In the conventional charge pump type booster circuit, another feedback loop is formed in charge pump driver circuit 20 via the source impedance in addition to the feedback loop of oscillator circuit 10. In particular, when the impedance of the source line is high, parasitic oscillation is induced by the feedback loop of charge pump driver circuit 20. As a result, oscillator circuit 10 can no longer perform a normal oscillation operation, and the frequencies of the driving currents output from buffers BUF1 and BUF2 are determined by the oscillation frequency of the parasitic oscillation.
Normally, the oscillation frequency of oscillator circuit 10 is controlled by the frequency unique to crystal oscillator XTL. Because the buffers and charge pump circuit 30 are designed in accordance with the oscillation frequency of the oscillator circuit and the oscillation frequency of the parasitic oscillation is determined based on the characteristic of the feedback loop which induces the parasitic oscillation, the parasitic oscillation is considered to oscillate at an oscillation frequency different from the oscillation frequency of the crystal oscillator XTL. Thus, sufficient current can no longer be supplied to charge pump circuit 30, or the frequency of the driving currents becomes either lower or higher than the reference value required by charge pump circuit 30, and voltage VOUT output from charge pump circuit 30 cannot reach the desired voltage, resulting in a disadvantage that the desired current cannot be supplied to the load circuit.
The present invention was created in the light of such situation, and its objective is to present a voltage supply circuit by which the parasitic oscillation of the charge pump driver circuit can be restrained, the charge pump driving currents can be generated at a stable oscillation frequency, and a desired boosting voltage can be supplied to the load circuit.
In accordance with one aspect of the present invention, the voltage supply circuit of the present invention has an oscillator circuit which outputs an oscillation signal having a prescribed frequency, a first comparator circuit which compares the oscillation signal with a prescribed reference signal and outputs a signal in accordance with the result of said comparison, a second comparator circuit which sustains its output at a prescribed level when the amplitude of the output signal of the first comparator circuit is lower than a prescribed value and outputs a signal in accordance with the output signal of the first comparator circuit when the output signal of the first comparator circuit has exceeded the reference value, a buffer circuit which outputs a first driving current and a second driving current having inverted phases with respect to each other according to the output signal of the second comparator circuit, and a charge pump circuit having multiple capacitors to be charged alternately by the first and the second driving currents and which outputs a voltage different from a source voltage.

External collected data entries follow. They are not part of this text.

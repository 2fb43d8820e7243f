package iridepth.photo;

import static org.junit.jupiter.api.Assertions.assertEquals;
import static org.junit.jupiter.api.Assertions.assertThrows;
import static org.junit.jupiter.api.Assertions.assertTrue;

import java.io.ByteArrayOutputStream;
import java.io.IOException;
import java.nio.ByteBuffer;
import java.nio.ByteOrder;
import java.nio.charset.StandardCharsets;
import java.nio.file.Files;
import java.nio.file.Path;
import java.util.Arrays;
import java.util.zip.CRC32;
import java.util.zip.Deflater;
import javax.imageio.ImageIO;
import org.junit.jupiter.api.Test;
import org.junit.jupiter.api.io.TempDir;

/** A profile is found in each format, and the counts stay as they are in the file. */
class EmbeddedProfileTest {

    private static final byte[] PROFILE = ProfileBytes.rgb(ProfileBytes.sampled(512)).build();

    @TempDir
    private Path folder;

    private final Pictures.Counts counts = Pictures.scrambled(8);

    private static void assertProfile(PhotoFile photo) {
        assertEquals(0.25, photo.info().profile().orElseThrow().linear(1, 0.5), 1e-12);
    }

    @Test
    void ofTiff() throws IOException {
        int[] all = Pictures.counts(6, 5, 3, counts);
        Path path = new TiffBytes(ByteOrder.BIG_ENDIAN, false).page(6, 5, 3, 8, TiffBytes.bytes(ByteOrder.BIG_ENDIAN, 8, all))
                .bytes(34675, PROFILE).write(folder.resolve("a.tif"));
        try (PhotoFile photo = PhotoFile.open(path)) {
            assertProfile(photo);
            assertTrue(Pictures.holds(photo.all(), 0, counts));
        }
    }

    @Test
    void ofPng() throws IOException {
        Path path = withChunk("iCCP", packed(PROFILE));
        try (PhotoFile photo = PhotoFile.open(path)) {
            assertProfile(photo);
            assertTrue(Pictures.holds(photo.all(), 0, counts));
        }
    }

    private static byte[] packed(byte[] profile) {
        Deflater deflater = new Deflater();
        deflater.setInput(profile);
        deflater.finish();
        byte[] buffer = new byte[4096];
        int length = deflater.deflate(buffer);
        deflater.end();
        ByteArrayOutputStream content = new ByteArrayOutputStream();
        content.writeBytes("camera\0\0".getBytes(StandardCharsets.US_ASCII));
        content.write(buffer, 0, length);
        return content.toByteArray();
    }

    /** A PNG with a chunk put after its header. */
    private Path withChunk(String name, byte[] content) throws IOException {
        Path path = Pictures.png(folder.resolve("a.png"), 6, 5, 3, 8, counts);
        byte[] plain = Files.readAllBytes(path);
        ByteBuffer chunk = ByteBuffer.allocate(12 + content.length).putInt(content.length)
                .put(name.getBytes(StandardCharsets.US_ASCII)).put(content);
        CRC32 crc = new CRC32();
        crc.update(chunk.array(), 4, 4 + content.length);
        chunk.putInt((int) crc.getValue());
        ByteArrayOutputStream file = new ByteArrayOutputStream();
        file.write(plain, 0, 33);
        file.writeBytes(chunk.array());
        file.write(plain, 33, plain.length - 33);
        return Files.write(path, file.toByteArray());
    }

    @Test
    void profileOfAPngThatIsCutShortIsTold() throws IOException {
        byte[] content = packed(PROFILE);
        Path path = withChunk("iCCP", Arrays.copyOf(content, content.length / 2));
        assertEquals(path + ": is damaged (its colour profile is cut short); copy or export the photo again",
                assertThrows(PhotoException.class, () -> PhotoFile.open(path)).getMessage());
    }

    @Test
    void transparentColourOfAPngIsRefused() throws IOException {
        Path path = withChunk("tRNS", new byte[6]);
        assertEquals(path + ": has a transparent colour; save it without transparency",
                assertThrows(PhotoException.class, () -> PhotoFile.open(path)).getMessage());
    }

    @Test
    void pitchOfAPngIsRead() throws IOException {
        Path path = withChunk("pHYs", ByteBuffer.allocate(9).putInt(2_000_000).putInt(2_000_000).put((byte) 1).array());
        try (PhotoFile photo = PhotoFile.open(path)) {
            assertEquals(0.5, photo.info().pixelUm(), 1e-9);
        }
    }

    @Test
    void ofJpegInSeveralParts() throws IOException {
        Path plain = folder.resolve("plain.jpg");
        ImageIO.write(Pictures.image(32, 24, 3, 8, (x, y, c) -> 4 * x + 3 * y + 9 * c), "jpeg", plain.toFile());
        int half = PROFILE.length / 2;
        Path path = withParts(plain, 2, part(2, 2, Arrays.copyOfRange(PROFILE, half, PROFILE.length)),
                part(1, 2, Arrays.copyOf(PROFILE, half)));
        try (PhotoFile photo = PhotoFile.open(path); PhotoFile without = PhotoFile.open(plain)) {
            assertProfile(photo);
            assertTrue(without.info().profile().isEmpty());
            Frame expected = without.all();
            assertTrue(Pictures.holds(photo.all(), 0, expected::count));
        }
    }

    @Test
    void missingPartOfAJpegProfileIsTold() throws IOException {
        Path plain = folder.resolve("plain.jpg");
        ImageIO.write(Pictures.image(8, 8, 3, 8, (x, y, c) -> 100), "jpeg", plain.toFile());
        Path path = withParts(plain, 2, part(2, 2, PROFILE));
        assertEquals(path + ": has only 1 of the 2 parts of its colour profile; export the photo again",
                assertThrows(PhotoException.class, () -> PhotoFile.open(path)).getMessage());
    }

    private static byte[] part(int number, int of, byte[] bytes) {
        return ByteBuffer.allocate(18 + bytes.length).putShort((short) 0xffe2).putShort((short) (16 + bytes.length))
                .put("ICC_PROFILE\0".getBytes(StandardCharsets.US_ASCII)).put((byte) number).put((byte) of).put(bytes).array();
    }

    private Path withParts(Path plain, int after, byte[]... parts) throws IOException {
        byte[] bytes = Files.readAllBytes(plain);
        ByteArrayOutputStream file = new ByteArrayOutputStream();
        file.write(bytes, 0, after);
        for (byte[] part : parts) {
            file.writeBytes(part);
        }
        file.write(bytes, after, bytes.length - after);
        return Files.write(folder.resolve("a.jpg"), file.toByteArray());
    }
}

In addition, in another aspect of the present invention, ideally, the oscillator circuit has a crystal oscillator, generates the oscillation signal with a frequency unique to said crystal oscillator, and outputs it to the first comparator circuit.
In addition, in a further aspect of the present invention, ideally, the first comparator circuit is configured with a differential circuit in which the oscillation signal is input to an input terminal provided on one side, and the reference signal is input to an input terminal provided on the other side.
Furthermore, in yet another aspect of the present invention, ideally, the second comparator circuit is configured with a differential circuit having a hysteresis characteristic.